● **GOAL OF THE EXERCISE**
Pull each line containing "replace" from the data.

● **Records contained in a dataset**

* * * *

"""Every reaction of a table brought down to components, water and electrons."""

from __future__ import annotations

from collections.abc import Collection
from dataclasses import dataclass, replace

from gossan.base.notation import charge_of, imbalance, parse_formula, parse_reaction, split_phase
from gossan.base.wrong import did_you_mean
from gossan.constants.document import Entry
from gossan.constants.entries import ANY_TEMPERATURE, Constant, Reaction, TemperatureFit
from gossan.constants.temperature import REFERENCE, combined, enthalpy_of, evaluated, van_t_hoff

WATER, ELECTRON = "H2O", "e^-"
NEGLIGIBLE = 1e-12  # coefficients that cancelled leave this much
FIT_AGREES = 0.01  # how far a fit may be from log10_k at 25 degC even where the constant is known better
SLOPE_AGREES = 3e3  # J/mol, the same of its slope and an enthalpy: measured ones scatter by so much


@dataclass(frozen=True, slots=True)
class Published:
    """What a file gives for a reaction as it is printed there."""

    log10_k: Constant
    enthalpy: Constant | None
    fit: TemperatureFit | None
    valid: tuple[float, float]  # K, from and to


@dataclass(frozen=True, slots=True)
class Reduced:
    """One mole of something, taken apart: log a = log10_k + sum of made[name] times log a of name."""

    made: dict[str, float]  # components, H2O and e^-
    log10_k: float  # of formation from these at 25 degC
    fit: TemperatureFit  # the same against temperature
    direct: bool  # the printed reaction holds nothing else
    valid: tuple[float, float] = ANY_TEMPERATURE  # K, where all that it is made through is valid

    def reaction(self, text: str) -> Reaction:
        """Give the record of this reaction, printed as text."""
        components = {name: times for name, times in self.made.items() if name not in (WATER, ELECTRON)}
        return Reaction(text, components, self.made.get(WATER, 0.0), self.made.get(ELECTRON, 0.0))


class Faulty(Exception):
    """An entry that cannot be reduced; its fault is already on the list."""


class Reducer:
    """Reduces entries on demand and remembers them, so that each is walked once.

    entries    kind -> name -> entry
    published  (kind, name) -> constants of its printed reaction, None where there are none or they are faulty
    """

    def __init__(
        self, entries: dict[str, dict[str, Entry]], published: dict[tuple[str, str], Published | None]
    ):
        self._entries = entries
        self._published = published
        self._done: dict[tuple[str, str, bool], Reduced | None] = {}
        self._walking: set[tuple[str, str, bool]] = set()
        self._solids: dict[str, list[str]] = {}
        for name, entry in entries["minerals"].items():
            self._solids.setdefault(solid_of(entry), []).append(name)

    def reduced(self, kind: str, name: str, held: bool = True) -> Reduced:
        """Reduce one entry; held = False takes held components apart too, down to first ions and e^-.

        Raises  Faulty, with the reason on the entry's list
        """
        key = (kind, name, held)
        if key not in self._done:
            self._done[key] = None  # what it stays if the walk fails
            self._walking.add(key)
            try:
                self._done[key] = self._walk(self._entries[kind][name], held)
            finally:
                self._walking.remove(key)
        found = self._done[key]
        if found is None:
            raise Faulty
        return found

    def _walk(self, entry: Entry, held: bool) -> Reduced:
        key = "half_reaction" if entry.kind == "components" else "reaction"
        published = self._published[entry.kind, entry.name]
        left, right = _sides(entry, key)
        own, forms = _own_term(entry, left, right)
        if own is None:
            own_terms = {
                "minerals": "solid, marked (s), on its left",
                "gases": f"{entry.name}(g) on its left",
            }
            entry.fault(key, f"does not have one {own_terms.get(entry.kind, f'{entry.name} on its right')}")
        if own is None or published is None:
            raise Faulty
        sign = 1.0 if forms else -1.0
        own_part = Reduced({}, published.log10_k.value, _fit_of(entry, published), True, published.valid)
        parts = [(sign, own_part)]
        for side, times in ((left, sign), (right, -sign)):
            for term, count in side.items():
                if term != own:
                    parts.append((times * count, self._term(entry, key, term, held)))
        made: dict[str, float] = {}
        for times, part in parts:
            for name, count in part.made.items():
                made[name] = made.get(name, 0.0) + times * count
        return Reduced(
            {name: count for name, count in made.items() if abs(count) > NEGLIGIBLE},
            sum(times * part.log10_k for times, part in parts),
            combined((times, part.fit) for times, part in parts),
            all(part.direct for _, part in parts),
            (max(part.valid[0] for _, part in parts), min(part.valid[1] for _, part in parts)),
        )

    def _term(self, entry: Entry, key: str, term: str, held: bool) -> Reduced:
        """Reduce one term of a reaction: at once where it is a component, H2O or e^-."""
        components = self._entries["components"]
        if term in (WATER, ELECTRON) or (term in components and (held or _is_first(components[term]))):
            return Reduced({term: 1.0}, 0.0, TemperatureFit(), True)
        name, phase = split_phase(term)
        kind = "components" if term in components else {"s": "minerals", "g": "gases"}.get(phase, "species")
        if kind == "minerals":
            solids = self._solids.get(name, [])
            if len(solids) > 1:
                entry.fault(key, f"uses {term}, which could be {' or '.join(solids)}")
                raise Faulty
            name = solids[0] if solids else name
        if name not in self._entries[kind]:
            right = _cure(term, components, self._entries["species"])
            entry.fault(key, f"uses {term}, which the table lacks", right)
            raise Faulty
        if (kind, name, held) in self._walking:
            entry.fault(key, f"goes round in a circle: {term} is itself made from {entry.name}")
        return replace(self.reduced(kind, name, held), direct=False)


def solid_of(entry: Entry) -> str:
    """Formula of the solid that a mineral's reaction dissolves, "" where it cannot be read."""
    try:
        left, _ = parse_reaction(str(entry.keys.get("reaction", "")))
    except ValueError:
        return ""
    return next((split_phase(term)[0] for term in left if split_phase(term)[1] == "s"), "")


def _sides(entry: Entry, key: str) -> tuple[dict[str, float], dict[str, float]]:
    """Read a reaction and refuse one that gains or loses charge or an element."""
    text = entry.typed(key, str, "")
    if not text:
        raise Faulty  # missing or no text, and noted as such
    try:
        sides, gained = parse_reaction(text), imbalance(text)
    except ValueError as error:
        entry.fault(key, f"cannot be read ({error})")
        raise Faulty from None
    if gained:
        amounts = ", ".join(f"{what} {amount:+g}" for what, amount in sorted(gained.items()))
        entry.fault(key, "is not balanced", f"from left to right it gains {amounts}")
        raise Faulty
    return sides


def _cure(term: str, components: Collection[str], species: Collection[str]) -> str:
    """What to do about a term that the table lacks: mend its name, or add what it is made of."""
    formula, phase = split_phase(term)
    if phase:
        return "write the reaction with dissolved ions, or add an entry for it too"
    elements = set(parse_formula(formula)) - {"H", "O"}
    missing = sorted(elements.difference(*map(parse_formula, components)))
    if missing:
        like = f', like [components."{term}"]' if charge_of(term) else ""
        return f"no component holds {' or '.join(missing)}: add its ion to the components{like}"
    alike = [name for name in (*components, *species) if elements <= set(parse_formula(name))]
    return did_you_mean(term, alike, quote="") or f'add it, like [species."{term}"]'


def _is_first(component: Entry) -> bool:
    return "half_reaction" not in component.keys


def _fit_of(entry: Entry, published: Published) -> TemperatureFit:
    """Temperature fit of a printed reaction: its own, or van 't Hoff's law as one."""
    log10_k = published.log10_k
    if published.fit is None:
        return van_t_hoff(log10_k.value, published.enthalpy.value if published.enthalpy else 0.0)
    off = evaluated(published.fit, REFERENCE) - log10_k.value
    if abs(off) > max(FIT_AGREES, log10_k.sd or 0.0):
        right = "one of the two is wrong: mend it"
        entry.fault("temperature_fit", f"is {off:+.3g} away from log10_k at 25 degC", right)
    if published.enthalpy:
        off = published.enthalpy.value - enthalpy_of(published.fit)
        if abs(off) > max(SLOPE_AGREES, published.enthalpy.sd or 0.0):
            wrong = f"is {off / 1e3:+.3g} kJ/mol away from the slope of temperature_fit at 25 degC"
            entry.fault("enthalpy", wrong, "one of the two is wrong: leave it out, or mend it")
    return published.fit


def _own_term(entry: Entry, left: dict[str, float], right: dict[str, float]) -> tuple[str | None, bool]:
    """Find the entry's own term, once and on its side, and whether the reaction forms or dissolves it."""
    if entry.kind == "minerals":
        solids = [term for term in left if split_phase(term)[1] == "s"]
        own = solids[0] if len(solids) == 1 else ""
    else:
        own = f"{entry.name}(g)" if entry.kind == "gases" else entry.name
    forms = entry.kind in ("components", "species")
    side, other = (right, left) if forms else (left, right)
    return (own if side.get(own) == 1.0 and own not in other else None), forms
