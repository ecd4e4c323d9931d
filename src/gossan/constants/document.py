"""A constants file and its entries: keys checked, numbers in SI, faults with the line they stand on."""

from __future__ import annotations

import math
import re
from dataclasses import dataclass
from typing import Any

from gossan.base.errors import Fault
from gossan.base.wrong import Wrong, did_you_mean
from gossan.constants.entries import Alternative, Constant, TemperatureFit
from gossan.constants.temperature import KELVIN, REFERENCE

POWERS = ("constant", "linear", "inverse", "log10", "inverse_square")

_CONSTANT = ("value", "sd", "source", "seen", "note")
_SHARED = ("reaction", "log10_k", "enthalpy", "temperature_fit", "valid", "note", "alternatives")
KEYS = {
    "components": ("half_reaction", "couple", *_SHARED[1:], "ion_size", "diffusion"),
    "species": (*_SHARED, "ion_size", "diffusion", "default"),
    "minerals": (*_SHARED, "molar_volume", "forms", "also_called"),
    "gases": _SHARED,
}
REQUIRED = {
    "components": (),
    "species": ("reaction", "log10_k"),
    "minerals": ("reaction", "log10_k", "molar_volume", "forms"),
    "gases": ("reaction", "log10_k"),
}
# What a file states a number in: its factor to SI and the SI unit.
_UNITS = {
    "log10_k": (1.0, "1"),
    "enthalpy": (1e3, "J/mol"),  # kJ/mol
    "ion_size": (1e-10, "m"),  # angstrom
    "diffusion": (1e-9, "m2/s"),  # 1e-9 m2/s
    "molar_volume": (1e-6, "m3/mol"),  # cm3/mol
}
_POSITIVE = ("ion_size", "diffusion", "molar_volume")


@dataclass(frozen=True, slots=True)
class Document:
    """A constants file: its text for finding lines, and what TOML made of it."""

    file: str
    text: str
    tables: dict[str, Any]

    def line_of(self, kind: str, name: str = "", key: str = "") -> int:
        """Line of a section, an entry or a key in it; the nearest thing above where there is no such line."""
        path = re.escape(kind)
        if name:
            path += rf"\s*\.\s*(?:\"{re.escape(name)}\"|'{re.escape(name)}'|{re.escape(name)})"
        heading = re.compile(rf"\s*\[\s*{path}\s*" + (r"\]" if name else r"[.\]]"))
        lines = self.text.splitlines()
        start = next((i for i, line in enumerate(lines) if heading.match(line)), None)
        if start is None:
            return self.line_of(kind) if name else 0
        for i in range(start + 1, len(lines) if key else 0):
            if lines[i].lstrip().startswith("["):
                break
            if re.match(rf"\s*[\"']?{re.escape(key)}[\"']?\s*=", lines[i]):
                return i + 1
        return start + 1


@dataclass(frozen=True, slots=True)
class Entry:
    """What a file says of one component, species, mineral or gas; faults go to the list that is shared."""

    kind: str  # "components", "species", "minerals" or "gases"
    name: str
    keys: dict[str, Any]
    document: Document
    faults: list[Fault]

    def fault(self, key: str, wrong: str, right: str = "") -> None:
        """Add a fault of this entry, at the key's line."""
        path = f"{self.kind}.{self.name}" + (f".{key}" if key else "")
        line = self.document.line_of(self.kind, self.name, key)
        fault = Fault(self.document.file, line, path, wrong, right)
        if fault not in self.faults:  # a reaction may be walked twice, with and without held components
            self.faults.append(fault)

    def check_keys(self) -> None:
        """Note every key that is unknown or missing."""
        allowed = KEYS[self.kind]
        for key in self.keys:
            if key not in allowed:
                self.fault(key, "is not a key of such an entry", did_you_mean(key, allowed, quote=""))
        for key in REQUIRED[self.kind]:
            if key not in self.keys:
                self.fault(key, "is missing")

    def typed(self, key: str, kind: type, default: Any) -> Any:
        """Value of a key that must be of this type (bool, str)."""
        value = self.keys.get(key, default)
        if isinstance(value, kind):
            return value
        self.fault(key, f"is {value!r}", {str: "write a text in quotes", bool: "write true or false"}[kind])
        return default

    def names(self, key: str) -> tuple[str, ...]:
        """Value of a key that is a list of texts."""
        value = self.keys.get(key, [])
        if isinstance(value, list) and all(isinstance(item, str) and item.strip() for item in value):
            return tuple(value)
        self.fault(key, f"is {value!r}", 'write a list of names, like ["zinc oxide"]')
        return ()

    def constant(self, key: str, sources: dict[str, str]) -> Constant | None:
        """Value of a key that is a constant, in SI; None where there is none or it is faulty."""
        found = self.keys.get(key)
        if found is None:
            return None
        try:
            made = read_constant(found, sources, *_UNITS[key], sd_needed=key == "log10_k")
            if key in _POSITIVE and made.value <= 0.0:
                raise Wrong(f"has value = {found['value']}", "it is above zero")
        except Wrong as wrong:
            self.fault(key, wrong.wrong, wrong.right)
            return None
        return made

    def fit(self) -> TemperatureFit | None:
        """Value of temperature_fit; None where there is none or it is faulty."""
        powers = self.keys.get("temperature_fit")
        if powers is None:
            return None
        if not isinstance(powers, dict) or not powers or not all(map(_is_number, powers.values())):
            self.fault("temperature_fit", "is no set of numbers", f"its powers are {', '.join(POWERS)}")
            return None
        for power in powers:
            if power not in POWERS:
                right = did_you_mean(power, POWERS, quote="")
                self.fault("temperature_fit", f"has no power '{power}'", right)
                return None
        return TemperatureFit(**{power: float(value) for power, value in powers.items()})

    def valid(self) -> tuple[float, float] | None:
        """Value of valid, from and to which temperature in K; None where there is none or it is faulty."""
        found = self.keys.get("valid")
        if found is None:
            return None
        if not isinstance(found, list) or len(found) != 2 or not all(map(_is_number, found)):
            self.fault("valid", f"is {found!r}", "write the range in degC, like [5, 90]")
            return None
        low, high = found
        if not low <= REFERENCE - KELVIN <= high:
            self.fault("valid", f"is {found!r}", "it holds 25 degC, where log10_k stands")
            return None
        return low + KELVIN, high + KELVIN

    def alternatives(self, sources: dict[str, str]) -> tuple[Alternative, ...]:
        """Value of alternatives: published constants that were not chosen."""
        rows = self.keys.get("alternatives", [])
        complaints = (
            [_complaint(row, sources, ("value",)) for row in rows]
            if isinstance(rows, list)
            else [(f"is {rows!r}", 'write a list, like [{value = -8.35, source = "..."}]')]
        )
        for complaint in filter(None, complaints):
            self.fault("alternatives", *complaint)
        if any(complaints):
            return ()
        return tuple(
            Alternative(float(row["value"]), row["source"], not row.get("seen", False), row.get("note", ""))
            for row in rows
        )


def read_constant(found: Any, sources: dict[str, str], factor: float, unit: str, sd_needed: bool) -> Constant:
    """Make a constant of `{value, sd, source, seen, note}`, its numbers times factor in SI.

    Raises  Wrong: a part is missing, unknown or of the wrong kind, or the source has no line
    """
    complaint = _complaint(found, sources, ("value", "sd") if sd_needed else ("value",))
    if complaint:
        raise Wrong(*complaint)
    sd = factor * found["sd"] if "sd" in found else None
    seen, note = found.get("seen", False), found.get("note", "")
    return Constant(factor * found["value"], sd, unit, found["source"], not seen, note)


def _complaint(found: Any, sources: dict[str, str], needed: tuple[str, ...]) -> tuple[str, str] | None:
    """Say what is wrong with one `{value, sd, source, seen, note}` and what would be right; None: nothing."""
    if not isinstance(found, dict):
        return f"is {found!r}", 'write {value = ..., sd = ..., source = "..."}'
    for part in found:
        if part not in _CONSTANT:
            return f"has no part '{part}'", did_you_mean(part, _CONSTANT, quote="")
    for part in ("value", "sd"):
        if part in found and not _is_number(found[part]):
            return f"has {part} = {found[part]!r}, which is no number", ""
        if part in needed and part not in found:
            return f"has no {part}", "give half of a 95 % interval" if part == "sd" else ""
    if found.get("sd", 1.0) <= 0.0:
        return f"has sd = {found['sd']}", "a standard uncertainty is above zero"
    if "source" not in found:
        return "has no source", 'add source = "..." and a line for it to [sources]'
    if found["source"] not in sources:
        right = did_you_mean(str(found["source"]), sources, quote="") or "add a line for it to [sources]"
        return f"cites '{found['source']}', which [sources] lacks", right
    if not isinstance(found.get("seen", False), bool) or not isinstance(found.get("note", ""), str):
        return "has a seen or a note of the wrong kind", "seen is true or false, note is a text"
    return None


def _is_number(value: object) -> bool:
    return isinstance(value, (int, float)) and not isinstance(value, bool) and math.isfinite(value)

* * * *

● **YOUR RESPONSE**
from dataclasses import dataclass, replace
        return replace(self.reduced(kind, name, held), direct=False)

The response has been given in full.